(Source data)
Start of Block

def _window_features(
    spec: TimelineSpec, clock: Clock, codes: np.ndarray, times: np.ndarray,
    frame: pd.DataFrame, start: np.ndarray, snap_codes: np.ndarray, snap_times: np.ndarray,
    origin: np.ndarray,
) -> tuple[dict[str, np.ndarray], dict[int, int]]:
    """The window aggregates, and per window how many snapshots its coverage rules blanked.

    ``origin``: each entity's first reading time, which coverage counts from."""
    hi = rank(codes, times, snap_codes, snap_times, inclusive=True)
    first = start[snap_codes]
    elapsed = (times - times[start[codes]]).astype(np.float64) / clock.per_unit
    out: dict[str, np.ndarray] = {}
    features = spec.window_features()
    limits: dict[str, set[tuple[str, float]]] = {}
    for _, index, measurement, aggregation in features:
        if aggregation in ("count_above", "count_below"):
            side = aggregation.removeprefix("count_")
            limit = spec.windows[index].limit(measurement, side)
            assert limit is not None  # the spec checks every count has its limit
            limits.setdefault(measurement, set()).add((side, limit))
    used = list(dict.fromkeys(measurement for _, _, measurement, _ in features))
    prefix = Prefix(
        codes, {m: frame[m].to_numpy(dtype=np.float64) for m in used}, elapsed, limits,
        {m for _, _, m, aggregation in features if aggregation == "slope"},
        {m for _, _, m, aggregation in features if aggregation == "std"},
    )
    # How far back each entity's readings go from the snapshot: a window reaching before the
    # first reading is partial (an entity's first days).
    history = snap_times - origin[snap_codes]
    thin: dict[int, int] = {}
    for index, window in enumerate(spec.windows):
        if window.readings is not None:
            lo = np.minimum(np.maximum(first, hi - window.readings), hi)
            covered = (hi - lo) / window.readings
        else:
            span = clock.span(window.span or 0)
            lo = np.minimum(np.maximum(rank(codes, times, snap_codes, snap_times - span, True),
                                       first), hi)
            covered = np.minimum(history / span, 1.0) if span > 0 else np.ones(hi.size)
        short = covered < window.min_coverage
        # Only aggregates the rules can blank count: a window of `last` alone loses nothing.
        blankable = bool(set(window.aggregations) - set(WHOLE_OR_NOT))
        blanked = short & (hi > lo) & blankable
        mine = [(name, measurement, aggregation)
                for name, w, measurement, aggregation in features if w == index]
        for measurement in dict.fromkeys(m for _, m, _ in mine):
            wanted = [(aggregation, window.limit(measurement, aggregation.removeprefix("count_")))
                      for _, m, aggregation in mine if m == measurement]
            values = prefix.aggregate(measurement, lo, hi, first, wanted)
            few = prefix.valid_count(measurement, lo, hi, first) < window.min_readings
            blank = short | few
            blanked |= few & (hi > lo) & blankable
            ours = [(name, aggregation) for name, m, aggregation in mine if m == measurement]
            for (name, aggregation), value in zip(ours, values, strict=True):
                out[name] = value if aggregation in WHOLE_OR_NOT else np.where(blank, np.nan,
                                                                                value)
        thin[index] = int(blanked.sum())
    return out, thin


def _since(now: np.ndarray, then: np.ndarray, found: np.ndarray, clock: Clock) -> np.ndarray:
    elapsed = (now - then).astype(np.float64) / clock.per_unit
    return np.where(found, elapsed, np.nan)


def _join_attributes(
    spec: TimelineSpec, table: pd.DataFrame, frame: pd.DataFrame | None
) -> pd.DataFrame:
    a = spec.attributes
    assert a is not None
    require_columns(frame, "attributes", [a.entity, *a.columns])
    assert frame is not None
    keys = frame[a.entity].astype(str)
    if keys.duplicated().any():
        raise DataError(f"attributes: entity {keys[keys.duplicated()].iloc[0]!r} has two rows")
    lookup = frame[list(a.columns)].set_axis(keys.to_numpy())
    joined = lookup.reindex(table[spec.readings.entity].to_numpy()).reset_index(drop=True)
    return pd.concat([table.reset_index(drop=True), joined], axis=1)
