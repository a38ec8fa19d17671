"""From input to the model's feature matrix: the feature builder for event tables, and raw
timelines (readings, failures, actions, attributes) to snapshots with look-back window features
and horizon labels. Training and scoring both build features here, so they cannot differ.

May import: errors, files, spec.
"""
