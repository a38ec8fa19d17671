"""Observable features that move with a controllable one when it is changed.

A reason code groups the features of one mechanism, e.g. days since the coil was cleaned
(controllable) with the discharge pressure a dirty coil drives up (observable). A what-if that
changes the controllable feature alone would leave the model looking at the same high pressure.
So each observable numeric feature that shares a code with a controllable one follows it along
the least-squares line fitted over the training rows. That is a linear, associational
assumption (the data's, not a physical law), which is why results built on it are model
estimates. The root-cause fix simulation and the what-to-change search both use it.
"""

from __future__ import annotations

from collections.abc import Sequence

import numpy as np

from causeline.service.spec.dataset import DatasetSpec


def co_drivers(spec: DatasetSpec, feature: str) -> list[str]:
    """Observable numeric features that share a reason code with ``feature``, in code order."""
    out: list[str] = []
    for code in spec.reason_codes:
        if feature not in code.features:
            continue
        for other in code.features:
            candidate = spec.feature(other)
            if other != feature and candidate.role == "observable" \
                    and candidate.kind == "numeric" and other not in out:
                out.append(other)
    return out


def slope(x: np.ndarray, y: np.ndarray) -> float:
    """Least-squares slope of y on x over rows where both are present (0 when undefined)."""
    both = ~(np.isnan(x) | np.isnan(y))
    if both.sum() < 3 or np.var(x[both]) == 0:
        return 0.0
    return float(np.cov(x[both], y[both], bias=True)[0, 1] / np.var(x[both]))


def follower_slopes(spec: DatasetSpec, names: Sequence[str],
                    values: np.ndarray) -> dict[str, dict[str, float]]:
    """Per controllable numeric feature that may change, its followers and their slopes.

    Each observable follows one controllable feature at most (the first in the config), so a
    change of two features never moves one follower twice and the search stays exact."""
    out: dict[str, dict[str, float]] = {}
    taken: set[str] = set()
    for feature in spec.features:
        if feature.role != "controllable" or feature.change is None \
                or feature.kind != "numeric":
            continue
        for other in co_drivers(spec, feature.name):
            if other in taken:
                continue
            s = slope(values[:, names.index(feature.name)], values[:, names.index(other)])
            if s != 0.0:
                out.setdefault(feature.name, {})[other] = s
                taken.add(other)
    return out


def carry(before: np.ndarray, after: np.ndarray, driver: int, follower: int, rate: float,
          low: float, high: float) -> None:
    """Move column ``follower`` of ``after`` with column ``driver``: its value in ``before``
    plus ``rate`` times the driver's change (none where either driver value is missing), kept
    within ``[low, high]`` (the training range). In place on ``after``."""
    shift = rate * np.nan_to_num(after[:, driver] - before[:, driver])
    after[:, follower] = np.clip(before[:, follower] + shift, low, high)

End of Block
Start of Block

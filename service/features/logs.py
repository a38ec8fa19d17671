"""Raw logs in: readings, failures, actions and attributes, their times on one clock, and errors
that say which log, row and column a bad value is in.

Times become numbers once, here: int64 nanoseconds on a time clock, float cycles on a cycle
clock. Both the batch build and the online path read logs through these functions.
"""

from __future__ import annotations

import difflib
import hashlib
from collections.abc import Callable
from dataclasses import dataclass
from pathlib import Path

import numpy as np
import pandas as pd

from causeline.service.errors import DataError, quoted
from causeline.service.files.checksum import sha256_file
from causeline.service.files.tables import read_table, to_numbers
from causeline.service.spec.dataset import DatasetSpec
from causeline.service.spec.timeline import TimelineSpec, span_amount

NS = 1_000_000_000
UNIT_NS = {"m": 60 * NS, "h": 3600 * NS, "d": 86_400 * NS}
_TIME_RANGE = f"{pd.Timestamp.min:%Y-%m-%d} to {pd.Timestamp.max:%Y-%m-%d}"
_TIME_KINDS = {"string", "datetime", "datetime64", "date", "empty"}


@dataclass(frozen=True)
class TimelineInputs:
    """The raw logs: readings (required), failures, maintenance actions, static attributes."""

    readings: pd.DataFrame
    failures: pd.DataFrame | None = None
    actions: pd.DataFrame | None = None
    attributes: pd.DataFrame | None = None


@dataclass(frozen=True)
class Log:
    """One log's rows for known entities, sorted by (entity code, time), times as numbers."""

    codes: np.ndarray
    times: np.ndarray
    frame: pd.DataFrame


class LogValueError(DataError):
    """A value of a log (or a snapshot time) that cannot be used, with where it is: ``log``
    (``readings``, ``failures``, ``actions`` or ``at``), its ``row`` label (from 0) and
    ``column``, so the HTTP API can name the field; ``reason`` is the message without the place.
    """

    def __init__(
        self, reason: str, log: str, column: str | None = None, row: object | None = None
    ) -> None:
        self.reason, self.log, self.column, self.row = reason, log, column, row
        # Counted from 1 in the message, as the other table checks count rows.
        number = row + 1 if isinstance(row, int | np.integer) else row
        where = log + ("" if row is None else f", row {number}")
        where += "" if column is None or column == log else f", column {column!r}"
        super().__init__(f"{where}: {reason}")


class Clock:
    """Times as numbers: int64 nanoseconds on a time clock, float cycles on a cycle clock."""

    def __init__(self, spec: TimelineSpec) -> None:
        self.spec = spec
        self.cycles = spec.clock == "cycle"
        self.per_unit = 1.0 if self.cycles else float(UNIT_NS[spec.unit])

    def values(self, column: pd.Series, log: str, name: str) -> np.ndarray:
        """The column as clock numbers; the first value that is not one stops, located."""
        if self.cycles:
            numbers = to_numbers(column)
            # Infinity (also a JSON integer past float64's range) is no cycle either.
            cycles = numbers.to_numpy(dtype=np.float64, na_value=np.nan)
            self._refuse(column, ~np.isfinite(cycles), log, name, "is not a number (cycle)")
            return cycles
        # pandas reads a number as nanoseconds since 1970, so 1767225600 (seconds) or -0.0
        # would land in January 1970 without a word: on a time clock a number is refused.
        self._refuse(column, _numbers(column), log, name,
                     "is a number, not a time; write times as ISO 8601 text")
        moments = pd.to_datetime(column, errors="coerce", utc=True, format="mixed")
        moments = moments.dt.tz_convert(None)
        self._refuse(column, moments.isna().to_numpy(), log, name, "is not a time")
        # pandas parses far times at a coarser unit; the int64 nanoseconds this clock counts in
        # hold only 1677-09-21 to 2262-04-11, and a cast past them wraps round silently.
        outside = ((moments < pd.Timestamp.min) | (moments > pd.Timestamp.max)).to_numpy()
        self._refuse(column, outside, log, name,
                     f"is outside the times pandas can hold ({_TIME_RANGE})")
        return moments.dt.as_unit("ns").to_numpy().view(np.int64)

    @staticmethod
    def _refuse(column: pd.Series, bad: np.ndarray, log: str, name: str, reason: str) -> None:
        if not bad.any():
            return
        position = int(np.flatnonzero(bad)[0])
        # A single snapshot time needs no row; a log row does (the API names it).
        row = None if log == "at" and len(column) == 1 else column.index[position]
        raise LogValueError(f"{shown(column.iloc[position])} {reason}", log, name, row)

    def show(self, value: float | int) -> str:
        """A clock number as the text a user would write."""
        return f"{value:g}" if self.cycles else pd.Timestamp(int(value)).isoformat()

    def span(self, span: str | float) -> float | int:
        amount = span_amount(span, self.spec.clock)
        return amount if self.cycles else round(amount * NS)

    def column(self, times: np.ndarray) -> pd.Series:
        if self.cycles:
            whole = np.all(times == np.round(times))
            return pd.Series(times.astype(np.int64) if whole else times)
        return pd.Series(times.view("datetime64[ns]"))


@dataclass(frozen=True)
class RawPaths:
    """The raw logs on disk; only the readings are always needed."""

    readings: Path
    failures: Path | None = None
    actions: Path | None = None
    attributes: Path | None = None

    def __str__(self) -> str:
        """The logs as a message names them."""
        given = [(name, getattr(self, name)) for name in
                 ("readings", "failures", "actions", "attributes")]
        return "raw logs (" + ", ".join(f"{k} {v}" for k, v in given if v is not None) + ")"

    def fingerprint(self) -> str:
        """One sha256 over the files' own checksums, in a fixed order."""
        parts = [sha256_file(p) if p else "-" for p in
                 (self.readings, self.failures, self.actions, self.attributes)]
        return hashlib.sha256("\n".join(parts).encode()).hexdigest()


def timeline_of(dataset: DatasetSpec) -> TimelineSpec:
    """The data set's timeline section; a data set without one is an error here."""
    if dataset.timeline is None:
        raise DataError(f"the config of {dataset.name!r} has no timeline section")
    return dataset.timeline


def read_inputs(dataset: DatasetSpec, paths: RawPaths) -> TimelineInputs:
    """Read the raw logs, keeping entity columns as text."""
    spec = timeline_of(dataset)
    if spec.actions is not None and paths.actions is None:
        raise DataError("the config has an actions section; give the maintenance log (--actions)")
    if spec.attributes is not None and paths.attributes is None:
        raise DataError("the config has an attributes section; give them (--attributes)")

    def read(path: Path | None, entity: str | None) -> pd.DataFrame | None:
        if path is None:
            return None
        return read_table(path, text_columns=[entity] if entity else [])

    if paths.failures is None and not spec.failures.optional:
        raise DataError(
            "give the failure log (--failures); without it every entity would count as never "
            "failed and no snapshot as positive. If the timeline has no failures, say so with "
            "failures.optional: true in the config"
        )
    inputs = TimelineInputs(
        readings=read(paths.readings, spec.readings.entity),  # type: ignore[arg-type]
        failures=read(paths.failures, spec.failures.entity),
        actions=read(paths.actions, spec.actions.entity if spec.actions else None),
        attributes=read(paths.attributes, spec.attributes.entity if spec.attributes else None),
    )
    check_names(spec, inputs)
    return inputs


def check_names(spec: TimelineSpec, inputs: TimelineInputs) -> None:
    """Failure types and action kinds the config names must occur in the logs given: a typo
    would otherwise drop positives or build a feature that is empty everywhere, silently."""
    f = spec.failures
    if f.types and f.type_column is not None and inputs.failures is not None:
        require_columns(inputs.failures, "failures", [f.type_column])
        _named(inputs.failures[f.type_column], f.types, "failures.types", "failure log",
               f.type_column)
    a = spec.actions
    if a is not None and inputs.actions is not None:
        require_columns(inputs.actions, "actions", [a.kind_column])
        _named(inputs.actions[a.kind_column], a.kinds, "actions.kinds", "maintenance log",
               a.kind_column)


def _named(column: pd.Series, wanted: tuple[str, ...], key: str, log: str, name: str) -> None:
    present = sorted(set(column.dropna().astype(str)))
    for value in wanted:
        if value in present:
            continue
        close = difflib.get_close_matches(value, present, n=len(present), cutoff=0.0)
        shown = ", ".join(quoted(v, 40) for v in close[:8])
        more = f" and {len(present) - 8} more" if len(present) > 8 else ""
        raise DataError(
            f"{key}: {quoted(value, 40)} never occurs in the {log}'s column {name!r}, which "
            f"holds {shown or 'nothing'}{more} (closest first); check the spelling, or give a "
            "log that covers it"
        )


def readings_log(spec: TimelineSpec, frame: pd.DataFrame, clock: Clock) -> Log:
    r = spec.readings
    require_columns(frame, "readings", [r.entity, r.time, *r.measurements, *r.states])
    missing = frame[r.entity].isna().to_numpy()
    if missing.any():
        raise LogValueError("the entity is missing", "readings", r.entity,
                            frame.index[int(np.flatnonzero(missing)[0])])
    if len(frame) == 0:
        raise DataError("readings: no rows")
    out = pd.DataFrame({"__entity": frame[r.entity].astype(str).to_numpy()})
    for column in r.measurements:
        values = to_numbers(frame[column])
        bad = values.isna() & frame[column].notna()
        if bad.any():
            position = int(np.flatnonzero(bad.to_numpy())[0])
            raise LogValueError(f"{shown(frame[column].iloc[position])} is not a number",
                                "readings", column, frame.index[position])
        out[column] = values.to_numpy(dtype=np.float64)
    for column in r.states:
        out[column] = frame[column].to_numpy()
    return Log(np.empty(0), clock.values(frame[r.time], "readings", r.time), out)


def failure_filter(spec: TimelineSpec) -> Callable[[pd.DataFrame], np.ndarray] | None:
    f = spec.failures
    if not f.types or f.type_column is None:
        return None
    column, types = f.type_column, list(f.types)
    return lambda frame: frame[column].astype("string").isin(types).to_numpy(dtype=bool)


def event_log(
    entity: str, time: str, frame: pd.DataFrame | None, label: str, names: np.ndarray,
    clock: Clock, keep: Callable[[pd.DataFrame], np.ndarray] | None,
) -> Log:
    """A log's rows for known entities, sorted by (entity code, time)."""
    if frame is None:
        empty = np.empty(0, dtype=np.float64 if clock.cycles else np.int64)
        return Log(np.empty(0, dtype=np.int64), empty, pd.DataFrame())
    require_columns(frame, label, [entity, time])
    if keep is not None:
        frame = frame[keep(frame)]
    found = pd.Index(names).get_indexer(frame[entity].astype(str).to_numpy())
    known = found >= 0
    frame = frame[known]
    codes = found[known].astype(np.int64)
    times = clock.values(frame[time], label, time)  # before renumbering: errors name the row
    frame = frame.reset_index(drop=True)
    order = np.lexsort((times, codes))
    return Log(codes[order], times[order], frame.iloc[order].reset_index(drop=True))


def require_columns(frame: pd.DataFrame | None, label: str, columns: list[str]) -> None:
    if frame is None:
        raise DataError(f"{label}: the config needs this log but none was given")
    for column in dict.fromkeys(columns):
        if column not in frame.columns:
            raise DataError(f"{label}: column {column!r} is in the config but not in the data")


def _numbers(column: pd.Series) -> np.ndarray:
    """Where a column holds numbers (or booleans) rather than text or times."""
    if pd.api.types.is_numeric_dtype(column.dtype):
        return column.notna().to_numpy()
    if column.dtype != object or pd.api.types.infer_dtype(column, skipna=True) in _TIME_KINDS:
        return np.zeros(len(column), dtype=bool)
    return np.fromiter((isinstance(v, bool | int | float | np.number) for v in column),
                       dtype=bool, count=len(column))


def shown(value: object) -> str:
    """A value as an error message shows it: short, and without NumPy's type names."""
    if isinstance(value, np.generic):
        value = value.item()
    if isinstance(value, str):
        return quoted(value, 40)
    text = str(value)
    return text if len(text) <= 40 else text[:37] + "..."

End of Block
Start of Block

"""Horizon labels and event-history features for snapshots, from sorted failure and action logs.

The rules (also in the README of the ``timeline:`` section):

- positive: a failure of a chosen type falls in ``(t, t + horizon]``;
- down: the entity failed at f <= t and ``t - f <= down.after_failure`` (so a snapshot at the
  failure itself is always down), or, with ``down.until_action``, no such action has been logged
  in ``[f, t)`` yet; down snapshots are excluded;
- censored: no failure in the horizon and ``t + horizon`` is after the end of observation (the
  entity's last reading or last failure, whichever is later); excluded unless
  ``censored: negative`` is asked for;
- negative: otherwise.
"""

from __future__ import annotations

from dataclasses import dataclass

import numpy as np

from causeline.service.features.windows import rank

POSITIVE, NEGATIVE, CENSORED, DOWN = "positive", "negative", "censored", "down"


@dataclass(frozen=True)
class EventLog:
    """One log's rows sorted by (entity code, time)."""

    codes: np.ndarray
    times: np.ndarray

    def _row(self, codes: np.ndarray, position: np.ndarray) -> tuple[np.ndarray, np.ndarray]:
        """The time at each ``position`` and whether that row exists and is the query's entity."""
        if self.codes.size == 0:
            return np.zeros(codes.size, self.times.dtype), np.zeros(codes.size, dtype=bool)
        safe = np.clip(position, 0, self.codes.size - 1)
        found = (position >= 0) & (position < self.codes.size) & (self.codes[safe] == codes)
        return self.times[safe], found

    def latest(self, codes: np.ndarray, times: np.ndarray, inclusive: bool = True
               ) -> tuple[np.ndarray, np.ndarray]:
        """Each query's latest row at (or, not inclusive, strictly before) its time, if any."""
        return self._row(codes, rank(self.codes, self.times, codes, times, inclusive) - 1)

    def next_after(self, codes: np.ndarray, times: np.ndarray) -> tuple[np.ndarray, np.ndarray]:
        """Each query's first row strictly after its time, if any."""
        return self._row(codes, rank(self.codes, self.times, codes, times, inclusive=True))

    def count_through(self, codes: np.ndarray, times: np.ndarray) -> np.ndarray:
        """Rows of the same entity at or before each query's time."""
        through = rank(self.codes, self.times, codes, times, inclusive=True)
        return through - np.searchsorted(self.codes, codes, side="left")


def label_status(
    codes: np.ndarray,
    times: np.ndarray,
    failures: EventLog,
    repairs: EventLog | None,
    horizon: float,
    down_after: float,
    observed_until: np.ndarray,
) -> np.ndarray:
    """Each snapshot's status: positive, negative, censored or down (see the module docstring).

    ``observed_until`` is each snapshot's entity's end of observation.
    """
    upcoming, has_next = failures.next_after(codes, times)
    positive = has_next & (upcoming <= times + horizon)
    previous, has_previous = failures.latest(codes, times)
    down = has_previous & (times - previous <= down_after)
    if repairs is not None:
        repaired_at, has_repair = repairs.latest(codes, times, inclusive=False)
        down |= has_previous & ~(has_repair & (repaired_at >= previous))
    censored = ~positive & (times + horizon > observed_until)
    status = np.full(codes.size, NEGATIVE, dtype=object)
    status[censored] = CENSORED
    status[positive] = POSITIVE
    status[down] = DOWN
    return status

End of Block

Assignment — The response must contain each line above that holds the string "TimelineInputs".

Problem solution —
class TimelineInputs:
def read_inputs(dataset: DatasetSpec, paths: RawPaths) -> TimelineInputs:
    inputs = TimelineInputs(
def check_names(spec: TimelineSpec, inputs: TimelineInputs) -> None:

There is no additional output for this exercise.